Роскомнадзор советует организациям и индивидуальным предпринимателям сократить объем обрабатываемых персональных данных и организовать их отдельное хранение.
Утечки персональных данных стали обыденным явлением. Многие сталкиваются с звонками менеджеров различных компаний, предлагающих услуги, о которых ранее не запрашивали информации.
Как сообщил РоскомнадзорЧисло случаев незаконного разглашения личных данных растет. В этом контексте учреждение выпустило восемь рекомендаций для компаний и индивидуальных предпринимателей, обрабатывающих персональные сведения.
- Ограничьте сбор и обработку персональных данных только необходимыми сведениями для предоставления услуг, реализации товаров и осуществления организационной деятельности.

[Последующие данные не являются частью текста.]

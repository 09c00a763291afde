#pragma once
// The alert rule: when a plan fires for one encounter. The rule sees one
// encounter's usable scores in rule order (Population guarantees the order
// and the exclusions) and decides at each evaluation instant.
//
// Semantics (pinned one clause per test in tests/test_rules.cpp):
// - qualifies: score >= threshold; persistence k: the last k seen scores all
//   qualify.
// - snooze: after a firing at t, no ordinary firing before t + snooze.
// - rise: a score that meets persistence and is >= (score at the last firing)
//   + rise fires at once, overriding snooze and re-arm; it becomes the new
//   reference.
// - re-arm: after any firing the rule is disarmed until a seen score < re-arm
//   level (the score that re-arms is seen before the firing decision, so it
//   cannot itself fire because re-arm level <= threshold).
// - cap: at most M firings per encounter per shift (the shift containing the
//   firing instant), rises included.
// - quiet hours [start, end) local time: nothing fires; nothing is held back
//   for later.
// - reason: "first" for the encounter's first firing, then "repeat" when snooze
//   and re-arm allow it, else "rise" when only the rise override lets it fire.
#include <optional>
#include <span>
#include <vector>

#include "models/population.hpp"
#include "models/time.hpp"
#include "sim/notice.hpp"
#include "sim/shifts.hpp"

namespace tocsin {

struct Rule {
    double threshold = 0.0;
    int persistence = 1;
    std::optional<Seconds> snooze;          // none: every qualifying score fires
    std::optional<double> rise;             // none: no rise override
    std::optional<double> rearm_below;      // none: always armed
    std::optional<int> max_per_shift;       // none: no cap
    std::optional<int> quiet_start_minute;  // local minutes after midnight; both or neither
    std::optional<int> quiet_end_minute;
};

// Context a rule needs besides the scores: the wall clock for quiet hours and
// the shift calendar for caps.
struct RuleClock {
    const TimeZone* zone = nullptr;
    const ShiftCalendar* shifts = nullptr;
};

// True when the local time of `at` is in [start, end), wrapping midnight when start > end.
bool in_quiet_hours(const Rule& rule, const TimeZone& zone, Instant at);

// Appends the notices this rule fires for one encounter, in time order.
void fire_page_rule(const Rule& rule, const RuleClock& clock, std::span<const Score> scores,
                    std::uint32_t encounter, std::uint32_t unit, std::uint32_t plan, Channel channel,
                    std::vector<Notice>& out);

}  // namespace tocsin
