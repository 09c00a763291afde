// Every scenario key, declared once. Keep in step with the loader in
// sim/scenario.cpp (a test checks every declared key is read and documented).
#include "sim/scenario_keys.hpp"

namespace tocsin {

const std::vector<SectionSpec>& scenario_sections() {
    static const std::vector<SectionSpec> sections = {
        {"top level",
         "The scenario file.",
         {
             {"scenario_schema", KeyKind::integer, "", "", true, 1, 1, "Schema version of this file; must be 1."},
             {"name", KeyKind::text, "", "", true, -1e300, 1e300, "Short name shown on every report."},
             {"description", KeyKind::text, "", "", false, -1e300, 1e300, "The question the scenario answers, in plain words."},
             {"time_zone", KeyKind::text, "", "", true, -1e300, 1e300, "IANA zone of the hospital's wall clock, e.g. Europe/Berlin; naive timestamps and all local-time rules use it."},
             {"seed", KeyKind::integer, "", "1", false, 0, 9.2e18, "Seed of every random stream; same seed, same results."},
             {"score_label", KeyKind::text, "", "score", false, -1e300, 1e300, "What the score is called in reports, e.g. 'deterioration index'."},
             {"shifts", KeyKind::list, "", "", true, -1e300, 1e300, "The daily shifts, one item each (see shifts[])."},
             {"outcome", KeyKind::section, "", "", true, -1e300, 1e300, "What counts as catching a case (see outcome)."},
             {"population", KeyKind::section, "", "", true, -1e300, 1e300, "Where encounters and scores come from (see population)."},
             {"reporting", KeyKind::section, "", "", false, -1e300, 1e300, "Optional reporting period (see reporting)."},
             {"plans", KeyKind::list, "", "", true, -1e300, 1e300, "The candidate workflows to compare (see plans[])."},
             {"chart_openings", KeyKind::section, "", "", false, -1e300, 1e300, "When clinicians open charts, for chart-interruption plans (see chart_openings)."},
         }},
        {"shifts[]",
         "One daily shift, named by its local start time; it ends when the next shift starts.",
         {
             {"name", KeyKind::text, "", "", true, -1e300, 1e300, "e.g. day, night."},
             {"starts", KeyKind::clock, "local time", "", true, -1e300, 1e300, "Local start time \"HH:MM\"."},
             {"night", KeyKind::flag, "", "false", false, -1e300, 1e300, "Counts towards 'per night' figures."},
         }},
        {"outcome",
         "A case is caught when its first qualifying action starts within [time zero - window, time zero - min_lead].",
         {
             {"window_hours", KeyKind::real, "hours", "24", false, 0.0166, 24 * 365, "How long before time zero an action can still count as a catch."},
             {"min_lead_minutes", KeyKind::real, "minutes", "0", false, 0, 60 * 24 * 30, "How long before time zero an action must start to count."},
         }},
        {"population",
         "Where the encounters and their scores come from.",
         {
             {"replay", KeyKind::section, "", "", true, -1e300, 1e300, "Replay a silent-mode log (see population.replay)."},
         }},
        {"population.replay",
         "Two CSV files (RFC 4180). Paths are relative to the scenario file.",
         {
             {"encounters", KeyKind::text, "path", "", true, -1e300, 1e300, "CSV with columns encounter,unit,admitted,discharged,outcome_at."},
             {"scores", KeyKind::text, "path", "", true, -1e300, 1e300, "CSV with columns encounter,scored_at,available_at,score."},
             {"latency_minutes", KeyKind::real, "minutes", "0", false, 0, 60 * 24, "Delay added to scored_at when available_at is empty."},
         }},
        {"reporting",
         "Limits per-shift figures to complete shifts inside a period (default: complete shifts between the first admission and the last discharge).",
         {
             {"from", KeyKind::text, "timestamp", "", false, -1e300, 1e300, "Start of the reporting period (timestamp)."},
             {"until", KeyKind::text, "timestamp", "", false, -1e300, 1e300, "End of the reporting period (timestamp, exclusive)."},
         }},
        {"chart_openings",
         "When clinicians open a patient's chart: replayed from a log, or generated per patient by role and local hour of day (non-homogeneous Poisson process, thinning; Lewis & Shedler 1979). Every plan of a replication sees the same openings.",
         {
             {"replay", KeyKind::text, "path", "none", false, -1e300, 1e300, "CSV with columns encounter,opened_at,role (relative to the scenario file); none: generate from the roles' rates."},
             {"roles", KeyKind::list, "", "", true, -1e300, 1e300, "The roles that open charts, one item each (see chart_openings.roles[])."},
         }},
        {"chart_openings.roles[]",
         "One role that opens charts.",
         {
             {"name", KeyKind::text, "", "", true, -1e300, 1e300, "e.g. ward nurse; replayed rows name it in their role column."},
             {"clinicians_per_unit", KeyKind::real, "clinicians", "1", false, 0.001, 1000, "Headcount of the role on one unit in one shift, for 'interruptions per clinician per shift'."},
             {"openings_per_hour", KeyKind::list, "openings per patient per hour", "", false, -1e300, 1e300, "Rate by local hour: a list of one number (all day, e.g. [1.5]) or of 24 (hour 00 first); needed when openings are generated."},
         }},
        {"plans[]",
         "One candidate workflow: a rule, a channel and who answers.",
         {
             {"name", KeyKind::text, "", "", true, -1e300, 1e300, "Unique plan name shown in every table."},
             {"description", KeyKind::text, "", "", false, -1e300, 1e300, "One line on what the plan is for."},
             {"channel", KeyKind::text, "", "page", false, -1e300, 1e300, "How a firing is delivered: page, chart_interruption, handoff_list or ranked_review."},
             {"role", KeyKind::text, "", "responder", false, -1e300, 1e300, "Who answers the notice; for a chart interruption, only openings by this chart-opening role are interrupted (default: every role)."},
             {"rule", KeyKind::section, "", "", false, -1e300, 1e300, "When the plan fires (see plans[].rule); required except for a ranked review without a floor."},
             {"chart", KeyKind::section, "", "", false, -1e300, 1e300, "Chart interruption settings (see plans[].chart); required for that channel."},
             {"handoff", KeyKind::section, "", "", false, -1e300, 1e300, "Handoff list settings (see plans[].handoff); required for that channel."},
             {"review", KeyKind::section, "", "", false, -1e300, 1e300, "Ranked review settings (see plans[].review); required for that channel."},
         }},
        {"plans[].rule",
         "When a plan fires for an encounter. Only `threshold` is required.",
         {
             {"threshold", KeyKind::real, "score", "", false, -1e300, 1e300, "A score qualifies when >= threshold. Required, except for a ranked review, where it is the optional floor."},
             {"persistence", KeyKind::integer, "scores", "1", false, 1, 1000, "Fire only when the last k available scores all qualify."},
             {"snooze_minutes", KeyKind::real, "minutes", "none", false, 0, 60 * 24 * 60, "After a firing, no ordinary firing for this long."},
             {"rise", KeyKind::real, "score", "none", false, 1e-9, 1e300, "A score at least this much above the last firing's score fires at once, despite snooze and re-arm."},
             {"rearm_below", KeyKind::real, "score", "none", false, -1e300, 1e300, "After a firing, stay silent until a score below this is seen (must be <= threshold)."},
             {"max_per_shift", KeyKind::integer, "firings", "none", false, 1, 1000, "At most this many firings per encounter per shift, rises included."},
             {"quiet_from", KeyKind::clock, "local time", "none", false, -1e300, 1e300, "Start of daily quiet hours \"HH:MM\" (nothing fires)."},
             {"quiet_until", KeyKind::clock, "local time", "none", false, -1e300, 1e300, "End of daily quiet hours \"HH:MM\" (exclusive; may wrap midnight)."},
         }},
        {"plans[].chart",
         "A chart interruption: the rule is asked each time a clinician opens the chart, on the latest score available then.",
         {
             {"interruption_minutes", KeyKind::real, "minutes", "", true, 0, 600, "The opener's time taken by one interruption."},
             {"acceptance_probability", KeyKind::real, "probability", "1", false, 0, 1, "Share of interruptions that lead to a bedside evaluation (the same draw per opening in every plan)."},
         }},
        {"plans[].handoff",
         "A handoff list: at each handoff every current inpatient whose rule fires is flagged. Quiet hours and max_per_shift do not apply.",
         {
             {"times", KeyKind::list, "local times", "shift starts", false, -1e300, 1e300, "Local handoff times \"HH:MM\"; default: each shift's start."},
             {"minutes_per_flag", KeyKind::real, "minutes", "", true, 0, 600, "Handoff time spent on each flagged patient."},
             {"follow_up_probability", KeyKind::real, "probability", "1", false, 0, 1, "Share of flags that lead to a bedside evaluation (the same draw per patient and handoff in every plan)."},
         }},
        {"plans[].review",
         "A ranked review: at each review time a team reviews the top N current inpatients by latest score. The rule's threshold is the floor; snooze_minutes, quiet hours and max_per_shift do not apply.",
         {
             {"times", KeyKind::list, "local times", "", true, -1e300, 1e300, "Local review times \"HH:MM\", e.g. [\"08:00\"]."},
             {"top_n", KeyKind::integer, "patients", "", true, 1, 100000, "How many patients the list holds (per unit or hospital-wide)."},
             {"scope", KeyKind::text, "", "unit", false, -1e300, 1e300, "unit: one list per unit; hospital: one list for the whole hospital."},
             {"skip_reviewed_hours", KeyKind::real, "hours", "none", false, 0, 24 * 60, "Skip patients reviewed within this many hours (a rise still brings them back)."},
             {"minutes_per_review", KeyKind::real, "minutes", "", true, 0, 600, "Team time per patient reviewed."},
             {"max_reviews_per_round", KeyKind::integer, "reviews", "none", false, 0, 100000, "The team's capacity per round; listed patients beyond it are not reviewed."},
             {"team_size", KeyKind::integer, "clinicians", "none", false, 1, 1000, "Capacity from staffing: team_size x team_minutes_per_round / minutes_per_review reviews (rounded down)."},
             {"team_minutes_per_round", KeyKind::real, "minutes", "none", false, 0, 24 * 60, "Minutes each team member has for one round (with team_size)."},
         }},
    };
    return sections;
}

}  // namespace tocsin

- Храните разные категории персональных данных (например, клиентов, сотрудников и кандидатов) отдельно, учитывая цели их обработки.
- Сохраняйте сведения, определяющие человека (ФИО, адрес электронной почты, номер телефона, адрес), а также данные о взаимодействии с ним (предоставленные услуги, купленные товары, переписка, договора и так далее) в отдельных, независимых друг от друга базах данных. Для соединения этих баз применяйте синтетические идентификаторы, не позволяющие без дополнительных сведений и алгоритмов связать информацию из баз с конкретным субъектом персональных данных. Храните эти идентификаторы отдельно от двух предыдущих баз.
- Избегайте сбора персональной информации без конкретной необходимости, исключая формирование клиентских профилей, когда это не обязательно для деятельности организации. Уничтожьте персональные данные сразу же после завершения их обработки, например, после предоставления услуги.
- Для защиты данных применяйте технические и программные ресурсы, предоставленные оператором. Выдача данных для обработки третьим сторонам уменьшает ответственность оператора, но снижает его контроль над принятыми мерами безопасности.
- Незамедлительно сообщайте Роскомнадзору о признаках и (или) произошедших инцидентах, которые могли привести к распространению личных сведений граждан.
- Внесите ограничения на физический доступ к данным, чтобы предотвратить утечку информации со стороны сотрудников.
- Введите в организацию человека, отвечающего за защиту личной информации, и дайте ему нужные права.
Многие меры по защите персональных данных, например запрет копирования информации с рабочих компьютеров, раздельный архив данных и разрыв между хранилищем идентификаторов личности и хранилищем информации о взаимодействии с ним, применялись давно для снижения вероятности кражи баз клиентов.